Félix Luis Viera

a cura di Gordiano Lupi
Félix Luis Viera e la nostalgia di un esiliato
Félix Luis Viera è noto in Italia per aver pubblicato Il lavoro vi farà uomini(L’ancora del mediterraneo, Napoli – titolo originale Un ciervo herido), un romanzo verità che racconta la terribile esperienza delle UMAP, centri di rieducazione e lavoro per antisociali (dissidenti, omosessuali, religiosi, rockettari…) creati dalla fantasia malata del comunismo cubano nei primi anni Sessanta. Molte opere di Viera sono inedite nel nostro paese, ma meriterebbero di essere tradotte, perché è uno scrittore dallo stile colto e raffinato che ha il coraggio di raccontare il vero volto dell’isola caraibica. La patria è un’arancia è una raccolta basata sulla nostalgia per una terra lontana, la stessa nostalgia che provava Cabrera Infante da Londra immaginando L’Avana senza poter sentire il profumo del suo mare. Félix Luis Viera costruisce poesia d’amore e nostalgia, paragona la patria al corpo di una donna che gli ha permesso di avere meno nostalgia, tra freddo e solitudine. Descrive un rapporto d’amore intenso alternando similitudini delicate e immagini lascive, fino a immaginare che un giorno la patria comincerà in un prato e terminerà tra le gambe di una donna. L’amore è l’unica salvezza, secondo il poeta in esilio, la sola cosa che toglie dalla disperazione, dal rimpianto e che fa nutrire la speranza che un domani qualcosa possa cambiare. Félix Luis Viera ci regala una stupenda poesia d’amore che si trasforma in accorato canto politico per il futuro della sua terra.
Gordiano Lupi
Félix Luis Viera nasce a Santa Clara, Cuba (18 agosto 1945).
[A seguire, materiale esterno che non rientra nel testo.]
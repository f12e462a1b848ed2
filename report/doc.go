// Package report turns a run folder into a self-contained HTML report with
// inline SVG plots (drawn with gonum/plot) and into JUnit XML for CI systems.
//
// The report is one file with no external links and no scripts: it can be
// mailed, archived next to the run folder and opened offline. Long telemetry
// is thinned for plotting with a min/max-preserving decimation so that spikes
// (a friction peak, a force dip) survive; the caption of each plot says how
// many samples were drawn out of how many recorded.
//
// Every time plot is marked with what happened: terrain segment
// boundaries, pushes, faults switching on and off, slip episodes and
// alarms, each found from the run folder itself (marks.go). Latency is
// shown as a distribution on log axes computed from the telemetry column,
// so one spike cannot flatten the rest.
//
// A passing simulation is not a safety certificate: every report says so at
// the top and defers treadmill and overground trials to the lab's own safety
// procedure, local rules and qualified staff.
package report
Pubblica le raccolte poetiche: Una melodía sin ton ni son bajo la lluvia (Premio David di Poesia della UNEAC, 1976 – Ediciones Unión, Cuba), Prefiero los que cantan (1988, Ediciones Unión, Cuba), Cada día muero 24 horas (Editorial Letras Cubanas, 1990), Y me han dolido los cuchillos (Editorial Capiro, Cuba, 1991) e Poemas de amor y de olvido (Editorial Capiro, Cuba, 1994). Pubblica le raccolte di racconti: Las llamas en el cielo (Ediciones Unión, Cuba, 1983), En el nombre del hijo (Premio della Crítica 1983 – Editorial Letras Cubanas – Nuova Edizione nel 1986) e Precio del amor (Editorial Letras Cubanas, 1990). Pubblica i romanzi: Con tu vestido blanco (Premio Nacional per il Romanzo della UNEAC 1987 e Premio della Critica 1988. Ediciones Unión, Cuba), Serás comunista, pero te quiero (Ediciones Unión, Cuba, 1995), Un ciervo herido (Editorial Plaza Mayor, Puerto Rico, 2003) e il romanzo breve Inglaterra Hernández (Ediciones Universidad Veracruzana, 1997. Editorial Capiro, Cuba, 2002). Il suo libro di racconti Las llamas en el cielo è considerato un classico del genere nel suo paese. Molte sue creazioni sono state tradotte in diverse lingue e sono uscite in alcune antologie pubblicate a Cuba e all’estero. Nel suo paese natale ha ricevuto diversi premi per il suo lavoro in favore della cultura. Ha diretto la rivista “Signos”, di proiezione internazionale e dedicata alle tradizioni della cultura. In Italia lo conosciamo per il romanzo più recente, Un ciervo herido, uscito con il titolo Il lavoro vi farà uomini (L’Ancora del Mediterraneo), un lavoro interessante che affronta il tema delle UMAP (Unidades Militares de Ayuda a la Producción). Felix Luis Viera denuncia con lo strumento del romanzo la piaga dei campi di lavoro rieducativo, veri e propri campi di concentramento realizzati a Cuba nei primi anni Sessanta, dove venivano confinati omosessuali, sacerdoti, santeros, rockettari e antisociali di ogni tipo. Il romanzo è stato ben accolto da critica e pubblico, è stato per cinque mesi tra i libri più venduti di Miami, ha circolato in Spagna, Porto Rico, Messico, Italia e altri paesi. Nel 2011, Felix Luis Viera ha pubblicato in Messico El corazón del rey, che racconta i primi passi della instaurazione del socialismo a Cuba e la raccolta poetica La patria es una naranja, ispirata alla nostalgia per la terra natale e alla vita in Messico dal 1995.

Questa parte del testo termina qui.